Quels sont les projets les plus remarquables en la matière ?
L.D. : De nouveaux armateurs proposent des niveaux de décarbonations extrêmement importants, comme les projets de Neoline et de TOWT - et trouvent des chargeurs prêts à les suivre.
D'autres explorent les multiples segments du maritime : Zéphyr & Borée travaille sur des rouliers mais aussi sur des porte-conteneurs et des petits cargos, tandis que les Chantiers de l'Atlantique proposent un navire de croisière équipé de voiles.
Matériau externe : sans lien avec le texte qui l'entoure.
/* Words by hand. Field bits (vehicle 1010, system EPS 101 / AUX 011, opcode 5 bits,
 * 32 argument bits, even parity over the 44 bits), e.g. SET_LEVEL level=195:
 *   1010 101 10011 11000011 + 24 zeros -> 11 ones -> parity 1;
 *   45 bits -> 12 digits (3 pad bits): 0x156786000001.
 * float32 patterns: IEEE 754 binary32 (-0 = 0x80000000, 0.1 -> 0x3DCCCCCD). */
static const struct {
    const char *row;
    const char *line;
    const char *hex;
} word_rows[] = {
    {"unsigned", "SET_LEVEL level=195", "156786000001"},
    {"unsigned_default", "SET_LEVEL", "1566C8000000"},          /* 100 = 01100100: 1010 101 10011 01100100 -> 10 ones, parity 0 */
    {"unsigned_milli_unit", "SET_LEVEL level=195000mV", "156786000001"},
    {"unsigned_hex", "SET_LEVEL level=0xC3", "156786000001"},
    {"signed", "TRIM offset=-3", "1543FA000000"},               /* -3 = 11111101 */
    {"boolean_enum", "VALVE open=on mode=FAST", "14C580000001"}, /* 1 then 10 */
    {"any_order", "VALVE mode=FAST open=yes", "14C580000001"},
    {"float32_minus_zero", "GAIN k=-0", "14C700000001"},
    {"float32_tenth", "GAIN k=0.1", "14C67B99999A"},
    {"calibrated_tie", "DELAY t=2.625", "14C801400001"},        /* 2.5 (raw 10) and 2.75 (11): raw 10 */
    {"calibrated_ms", "DELAY t=2625ms", "14C801400001"},
    {"critical_confirmed", "FIRE pulses=9 confirm", "154B20000000"},
    {"polynomial_tie", "POLY p=3.875", "14CC10000001"},         /* f(2) = 3, f(3) = 4.75: raw 2 */
};

static void test_words_by_hand(void **st)
{
    (void)st;
    for (size_t i = 0; i < sizeof word_rows / sizeof word_rows[0]; i++) {
        ulk_diag *d = ulk_diag_create();
        ulk_upload *u;
        int rc = compile_text(word_rows[i].line, &u, d);
        if (rc) ulk_diag_print(d, stderr);
        print_message("row %s\n", word_rows[i].row);
        assert_int_equal(rc, 0);
        assert_int_equal(u->n_cmds, 1);
        char hex[40];
        ulk_word_hex(&u->cmds[0].word, hex);
        assert_string_equal(hex, word_rows[i].hex);
        assert_true(ulk_word_check_ok(&u->link, &u->cmds[0].word));
        ulk_upload_destroy(u);
        ulk_diag_destroy(d);
    }
}

/* Idle counts, exact: R_b = 62.5 (125/2), P = 16, G = 4, T = 2. */
static void test_idles_exact(void **st)
{
    (void)st;
    const char *text =
        "# first word after a wait of exactly 16 patterns (0.256 s * 62.5 = 16)\n"
        "wait 0.256s\n"
        "SET_LEVEL\n"
        "wait 0.2561s\n"       /* 16.00625 -> 17 */
        "SET_LEVEL\n"
        "wait 16ms\n"          /* 1 pattern, below G: 4 */
        "TRIM offset=1\n"
        "wait 0.1s\n"
        "wait 100ms\n"         /* waits add up: 0.2 s -> 12.5 -> 13 (not 7 + 7) */
        "TRIM offset=2\n"
        "TRIM offset=3\n"      /* no wait: G */
        "wait 1min\n";         /* postamble: 60 * 62.5 = 3750 */
    ulk_diag *d = ulk_diag_create();
    ulk_upload *u;
    int rc = compile_text(text, &u, d);
    if (rc) ulk_diag_print(d, stderr);
    assert_int_equal(rc, 0);
    assert_int_equal(u->n_cmds, 5);
    const uint64_t want[5] = {16, 17, 4, 13, 4};
    for (int i = 0; i < 5; i++) assert_int_equal(u->cmds[i].idles_before, want[i]);
    assert_int_equal(u->idles_after, 3750);
    assert_int_equal(u->cmds[3].wait_before.num, 1);
    assert_int_equal(u->cmds[3].wait_before.den, 5);
    assert_int_equal(u->cmds[0].line, 3);
    assert_int_equal(u->cmds[4].line, 11);
    /* L = n * (sum idles + N * W) = 4 * (16+17+4+13+4 + 3750 + 5*45) */
    assert_int_equal(ulk_upload_n_subbits(u), 4 * (54 + 3750 + 225));
    ulk_upload_destroy(u);
    /* without waits: P before the first, T after the last */
    rc = compile_text("TRIM offset=0\n", &u, d);
    assert_int_equal(rc, 0);
    assert_int_equal(u->cmds[0].idles_before, 16);
    assert_int_equal(u->idles_after, 2);
    ulk_upload_destroy(u);
    uint64_t n;
    assert_int_equal(ulk_wait_patterns(ulk_ratio_make(1, 3), ulk_ratio_make(3, 1), &n), 0);
    assert_int_equal(n, 1); /* exactly 1, no float fuzz */
    ulk_diag_destroy(d);
}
On peut remarquer une grande diversité de technologies : CWS, CRAIN Technologies, Airseas, AYRO, Beyond The Sea ou encore ADD technologies et Maloric qui s'intéressent au segment de la pêche. Les systèmes de contrôle de navires hybrides et de routage développés par D-ICE ou Maxsea constituent eux aussi des éléments remarquables des projets.
Il est important de signaler que les armateurs ne sont pas les seuls à être proactifs : une entreprise comme Grain de Sail a choisi de transformer des produits pour les transporter à la voile. Et une coalition de grands chargeurs est en train de s'organiser en France pour charger des navires à propulsion par le vent dès 2025.
Les solutions sont-elles adaptées à tous types d’activités maritime ?
L.D. : Ce secteur s'adresse pratiquement à tous les segments de la flotte mondiale, qu'il s'agisse de cargo, roulier, vraquier, de ferry ou de navire de pêche, et à toutes les tailles puisque le plus grand navire équipé à ce jour est un VLOC de 325 000 tpl.
En réalité, certaines routes seront plus optimales que d'autres. Par exemple, les navigations transatlantiques sont très intéressantes, alors qu'une route Europe-Asie présentera sans doute plus de contraintes car l'équipage aura moins de marge de manœuvre pour optimiser sa route.
L'équipement des porte-conteneurs existants laisse lui aussi peu de choix, car le pont est extrêmement encombré. En rétrofit, pour l'instant seul le kite semble adapté. En revanche, de nouveaux concepts de porte-conteneurs intégrant d'autres systèmes de propulsion par le vent ont reçu des AIP de la part de sociétés de classification.
L’industrie française a-t-elle une carte à jouer dans le domaine ?
L.D. : Il existe un écosystème particulièrement porteur en matière de propulsion par le vent en France. Ce croisement entre les compétences de certaines industries qui peuvent se réinventer, comme l'aéronautique, ou se diversifier, comme la course au large, constitue un terreau extrêmement fertile.
La concentration d'équipementiers proposant des technologies en France constitue une autre spécificité pour ce marché, en complément de ces nouveaux armateurs très ambitieux en matière de décarbonations, tandis que toute une chaîne industrielle pour la fabrication des composants de ces systèmes est capable de répondre aux commandes ou est en train de se doter de moyens pour y répondre.
Nous sommes cependant encore sur des prototypes industriels dont le coût est élevé, dans une période où les incertitudes réglementaires et économiques ne poussent pas à prendre des risques quant aux investissements. C'est là que la volonté politique française peut aider cette filière à accélérer la cadence.